Help parsing HTML into a termbase
Track this topic

Help parsing HTML into a termbase

Thread poster: Patricia Martin

Patricia Martin
United States
Japanese to English
+ ...

Aug 21, 2013

So I found 2 Japanese standards documents online that will come in handy for my next job.

JIS Z 4001

and

JIS Z 8103

My basic knowledge of copy and pasting into excel and word are producing really nasty formatting errors and line breaks. I also don't really see any clear delimiters or anything I can do to clean this up using my current computer knowledge.

I'm wondering if there are any tricks I can do in HTML to parse these terms into a clean excel xls that I can later turn into a termbase?

I would like to at least get the corresponding terms in both languages.

Japanese (用語) and English (対応英語)

The definitions (定義) would be a welcome bonus as would the numbers (番号) in Z8103 and JIS/ISO numbers in Z4001.

Thanks in advance! ▲ Collapse

Michael Beijer

United Kingdom
Local time: 21:38
Member (2009)
Dutch to English
+ ...

Hi Patricia,

Aug 21, 2013

If I look here (http://kikakurui.com/z8/index.html ), e.g., it looks like the English and Japanese appears on alternate lines.

I would therefore copy/paste the text into 2 different text files and use some sort of trick in a text editor (regex or built in tool) to delete every other line. By doing this to each file, but starting one line down in the second file, you can create two files: (1) in English, (2) in Japanese. Then copy/paste them both into two columns in Excel. Et voilà!

------------------------------------------*
See e.g.:

http://stackoverflow.com/questions/17735289/delete-every-other-line-in-notepad

or:

'In Notepad ++:

1. Using Replace (ctrl-h)
2. Find what:^.*0 \..*$
3. Replace with:(leave empty)
4. Search mode: Check the regular expression radio button' (http://portableapps.com/node/15300 )

[Edited at 2013-08-21 20:40 GMT]

[Edited at 2013-08-21 20:40 GMT]

------------------------------------------*
You could also use HTTrack to download all of the relevant .html pages to your computer: http://www.httrack.com/
------------------------------------------*

Michael

[Edited at 2013-08-21 20:45 GMT] ▲ Collapse

Patricia Martin
United States
Japanese to English
+ ...

TOPIC STARTER

That's handy, but it doesn't solve my problem.

Aug 22, 2013

Thanks Michael.

That helps with getting the titles of the standards into a nice neat excel file and I learned a lot in the process, but it doesn't solve my problem.

Some of those standards are a list of terminology. (the two I listed in my first post is what I really need)

Copy/paste just doesn't work.

I think I'm getting close by saving the html file, opening it in Adobe Acrobat and playing around with conversions to different formats, but I'm not there yet. (Why didn't I major in Computer Science?)
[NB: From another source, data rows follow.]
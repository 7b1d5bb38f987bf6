import { handler } from '@/lib/api/handler';
import { idParams } from '@/lib/invitations/schema';
import { revokeInvitation } from '@/lib/invitations/revoke-invitation';
import { findInvitationSender } from '@/lib/db/queries/invitations';
import { notFound } from '@/lib/errors';

// DELETE /api/invitations/:id – withdraw an unused invitation (admins: any; leads: their own)
export const DELETE = handler({ permission: 'invitations.create', params: idParams, what: 'The invitation' }, async ({ user, params }) => {
  const row = await findInvitationSender({ id: params.id });
  if (!row || (user.role !== 'admin' && row.invitedBy !== user.id)) throw notFound('The invitation');
  const done = await revokeInvitation({ id: params.id, actorId: user.id });
  if (!done) throw notFound('An unused invitation with that number');
  return { ok: true };
});
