// Demo-data generator: writes the invented study "Evening light and sleep — resting state" of the
// (invented) Fernhollow Imaging Core as BIDS-named phantom runs with motion files and ground truth.
//
//   npm run -s demo-data -- --out DIR [--size small|tiny|S|M|L] [--runs 12] [--seed 1]
//                           [--datatype int16|float32] [--with-broken] [--fixture]
//
// Per run (all in DIR, flat, so they can be dragged into the upload area together):
//   <base>_bold.nii.gz                      4D phantom, NIfTI-1 gz (int16, scl_slope 1 by default)
//   <base>_bold.json                        RepetitionTime, TaskName
//   <base>_desc-motion_timeseries.tsv/.json the simulated head motion (see MOTION_COLUMNS)
//   <base>_desc-truth_components.json       the true sources: names, kinds, noise kinds, time courses
//   <base>_desc-truth_maps.nii.gz           the true maps, one volume per source in that order
// With --with-broken, also sub-12_ses-1_task-rest_bold.nii.gz: a real run whose gzip stream is cut
// half way through the voxel data (an interrupted copy), for the refused upload in the walkthrough.
// With --fixture, writes only one run named phantom-<size>-seed<seed> with exactly --seed (no study
// files): that is how tests/fixtures/phantom/ is made (--size tiny --seed 1).
// Prints a JSON summary (files, bytes, seconds) on stdout.
import { mkdir, writeFile, stat } from 'node:fs/promises';
import path from 'node:path';
import { parseArgs } from 'node:util';
import { gzipSync } from 'node:zlib';
import { encodeNifti1, writeNiftiFile } from '@/lib/nifti';
import { generatePhantom, phantomToNiftiInput, truthMapsToNiftiInput, truthSummary, type Phantom, type PhantomSize } from '@/lib/phantom';

const STUDY = 'Evening light and sleep — resting state';
const FACILITY = 'Fernhollow Imaging Core';
const SIZES: PhantomSize[] = ['tiny', 'small', 'XS', 'S', 'M', 'L'];

/** Motion file header: translations in mm, then rotations in radians (about x, y, z). */
export const MOTION_COLUMNS = ['tx_mm', 'ty_mm', 'tz_mm', 'rx_rad', 'ry_rad', 'rz_rad'] as const;

interface RunName {
  sub: string;
  ses: string;
  run?: string;
}

/** The study's first twelve runs: sub-01…09, two with a second session, one with two runs. */
const STUDY_RUNS: RunName[] = [
  { sub: '01', ses: '1' },
  { sub: '02', ses: '1' },
  { sub: '03', ses: '1' },
  { sub: '04', ses: '1' },
  { sub: '05', ses: '1', run: '1' },
  { sub: '05', ses: '1', run: '2' },
  { sub: '06', ses: '1' },
  { sub: '06', ses: '2' },
  { sub: '07', ses: '1' },
  { sub: '08', ses: '1' },
  { sub: '08', ses: '2' },
  { sub: '09', ses: '1' },
];

/** Run names for n runs: the study list, then sub-10, sub-11, sub-13, … (sub-12 is the broken file). */
function runNames(n: number): RunName[] {
  const out = STUDY_RUNS.slice(0, n);
  for (let s = 10; out.length < n; s++) if (s !== 12) out.push({ sub: String(s).padStart(2, '0'), ses: '1' });
  return out;
}

function baseName(r: RunName): string {
  return `sub-${r.sub}_ses-${r.ses}_task-rest${r.run ? `_run-${r.run}` : ''}`;
}

function motionTsv(p: Phantom): string {
  const cols = [...p.motion.translations, ...p.motion.rotations];
  const lines = [MOTION_COLUMNS.join('\t')];
  for (let t = 0; t < p.dims[3]; t++) lines.push(cols.map((c, i) => c[t].toFixed(i < 3 ? 5 : 7)).join('\t'));
  return lines.join('\n') + '\n';
}

const MOTION_SIDECAR = {
  Description: 'Simulated rigid-body head motion of a synthetic phantom run, one row per volume.',
  tx_mm: { Description: 'Translation along x (left to right)', Units: 'mm' },
  ty_mm: { Description: 'Translation along y (posterior to anterior)', Units: 'mm' },
  tz_mm: { Description: 'Translation along z (inferior to superior)', Units: 'mm' },
  rx_rad: { Description: 'Rotation about the x axis', Units: 'rad' },
  ry_rad: { Description: 'Rotation about the y axis', Units: 'rad' },
  rz_rad: { Description: 'Rotation about the z axis', Units: 'rad' },
};

const CAUTION = 'Synthetic data invented for a demonstration; not from any person. Research software, not for clinical use.';

const USAGE =
  'usage: npm run -s demo-data -- --out DIR [--size tiny|small|S|M|L] [--runs 12] [--seed 1] [--datatype int16|float32] [--with-broken] [--fixture]';

async function main(): Promise<number> {
  const args = process.argv.slice(2);
  if (args.includes('--help') || args.includes('-h')) {
    process.stdout.write(`synthetic BIDS-named phantom runs with motion tables and ground truth\n${USAGE}\n`);
    return 0;
  }
  const fail = (msg: string): number => {
    process.stderr.write(`make-demo-data: ${msg}\n${USAGE}\n`);
    return 2;
  };
  let parsed;
  try {
    parsed = parseArgs({
      args,
      options: {
        out: { type: 'string' },
        size: { type: 'string', default: 'small' },
        runs: { type: 'string', default: '12' },
        seed: { type: 'string', default: '1' },
        datatype: { type: 'string', default: 'int16' },
        'with-broken': { type: 'boolean', default: false },
        fixture: { type: 'boolean', default: false },
      },
    });
  } catch (err) {
    return fail(err instanceof Error ? err.message.split('.')[0]! + '.' : String(err));
  }
  const { values } = parsed;
  if (!values.out) return fail('give --out DIR (the folder to write the runs into).');
  const size = values.size as PhantomSize;
  if (!SIZES.includes(size)) return fail(`--size must be one of ${SIZES.join(', ')}; got "${values.size}".`);
  const nRuns = Number(values.runs);
  if (!Number.isInteger(nRuns) || nRuns < 0 || nRuns > 200) return fail(`--runs must be an integer 0..200; got "${values.runs}".`);
  const seed = Number(values.seed);
  if (!Number.isInteger(seed) || seed < 0) return fail(`--seed must be a non-negative integer; got "${values.seed}".`);
  const datatype = values.datatype as 'int16' | 'float32';
  if (datatype !== 'int16' && datatype !== 'float32') return fail(`--datatype must be int16 or float32; got "${values.datatype}".`);

  const outDir = path.resolve(values.out);
  await mkdir(outDir, { recursive: true });
  const started = performance.now();
  const files: Array<{ file: string; bytes: number }> = [];
  const runs: Array<{ base: string; seed: number; seconds: number }> = [];
  const put = async (name: string, write: (p: string) => Promise<void>) => {
    const full = path.join(outDir, name);
    await write(full);
    files.push({ file: name, bytes: (await stat(full)).size });
  };
  const putText = (name: string, text: string) => put(name, (p) => writeFile(p, text));

  const fixture = values.fixture === true;
  if (!fixture)
    await putText(
      'dataset_description.json',
      JSON.stringify(
        {
          Name: `${STUDY} (synthetic)`,
          BIDSVersion: '1.9.0',
          DatasetType: 'raw',
          Authors: [FACILITY],
          GeneratedBy: [{ Name: 'Quorum demo-data generator' }],
          HowToAcknowledge: CAUTION,
        },
        null,
        2,
      ) + '\n',
    );

  let dims: number[] = [];
  let trSeconds = 0;
  const plan = fixture
    ? [{ base: `phantom-${size}-seed${seed}`, runSeed: seed }]
    : runNames(nRuns).map((r, i) => ({ base: baseName(r), runSeed: seed * 1000 + i + 1 }));
  for (const { base, runSeed } of plan) {
    const t0 = performance.now();
    const p = generatePhantom({ size, seed: runSeed });
    dims = [...p.dims];
    trSeconds = p.trSeconds;
    const description = `Quorum phantom ${size} seed ${runSeed} (synthetic)`;
    await put(`${base}_bold.nii.gz`, (f) => writeNiftiFile(f, phantomToNiftiInput(p, { datatype, description })));
    await putText(
      `${base}_bold.json`,
      JSON.stringify({ RepetitionTime: p.trSeconds, TaskName: 'rest', Description: CAUTION }, null, 2) + '\n',
    );
    await putText(`${base}_desc-motion_timeseries.tsv`, motionTsv(p));
    await putText(`${base}_desc-motion_timeseries.json`, JSON.stringify(MOTION_SIDECAR, null, 2) + '\n');
    await putText(
      `${base}_desc-truth_components.json`,
      JSON.stringify({ ...truthSummary(p), study: STUDY, run: base, caution: CAUTION }) + '\n',
    );
    await put(`${base}_desc-truth_maps.nii.gz`, (f) => writeNiftiFile(f, truthMapsToNiftiInput(p)));
    runs.push({ base, seed: runSeed, seconds: Number(((performance.now() - t0) / 1000).toFixed(2)) });
  }

  let broken: { file: string; fullBytes: number; keptBytes: number } | undefined;
  if (values['with-broken'] && !fixture) {
    const p = generatePhantom({ size, seed: seed * 1000 + 12 });
    const gz = gzipSync(encodeNifti1(phantomToNiftiInput(p, { datatype })), { level: 6 });
    const kept = Math.floor(gz.length / 2);
    const file = 'sub-12_ses-1_task-rest_bold.nii.gz';
    await put(file, (f) => writeFile(f, gz.subarray(0, kept)));
    broken = { file, fullBytes: gz.length, keptBytes: kept };
  }

  const summary = {
    study: STUDY,
    facility: FACILITY,
    outDir,
    size,
    dims,
    trSeconds,
    datatype,
    runs,
    broken,
    files,
    totalBytes: files.reduce((a, f) => a + f.bytes, 0),
    seconds: Number(((performance.now() - started) / 1000).toFixed(2)),
  };
  process.stdout.write(JSON.stringify(summary, null, 2) + '\n');
  return 0;
}

main().then(
  (code) => process.exit(code),
  (err) => {
    process.stderr.write(`make-demo-data: ${err instanceof Error ? (err.stack ?? err.message) : String(err)}\n`);
    process.exit(1);
  },
);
If you look at this picture you can see what I need.

The only thing I can think of would be to use the Text to Columns command in excel, either by using a delimiter, or .... since the spaces are in the same place I remember there was an option to physically click the location to separate into columns using the mouse. I JUST CAN'T FIGURE OUT HOW TO GET THE DATA AS IT APPEARS ON THE WEB PAGE INTO A CLEAN FORMAT IN EXCEL OR WORD.

I should be able to figure it out eventually, and I'm so close it's driving me crazy. Hopefully somebody can help me save my sanity. If not I'll post what I went through to finally solve this. ▲ Collapse

Ambrose Li

Canada
Local time: 16:38
English
+ ...

Terrible formatting

Aug 22, 2013

Patricia Martin wrote:

Copy/paste just doesn't work.

I think I'm getting close by saving the html file, opening it in Adobe Acrobat and playing around with conversions to different formats, but I'm not there yet. (Why didn't I major in Computer Science?)

Oh dear… The HTML there is hideous: There is no table; everything that looks like a table cell is actually a carefully formatted paragraph.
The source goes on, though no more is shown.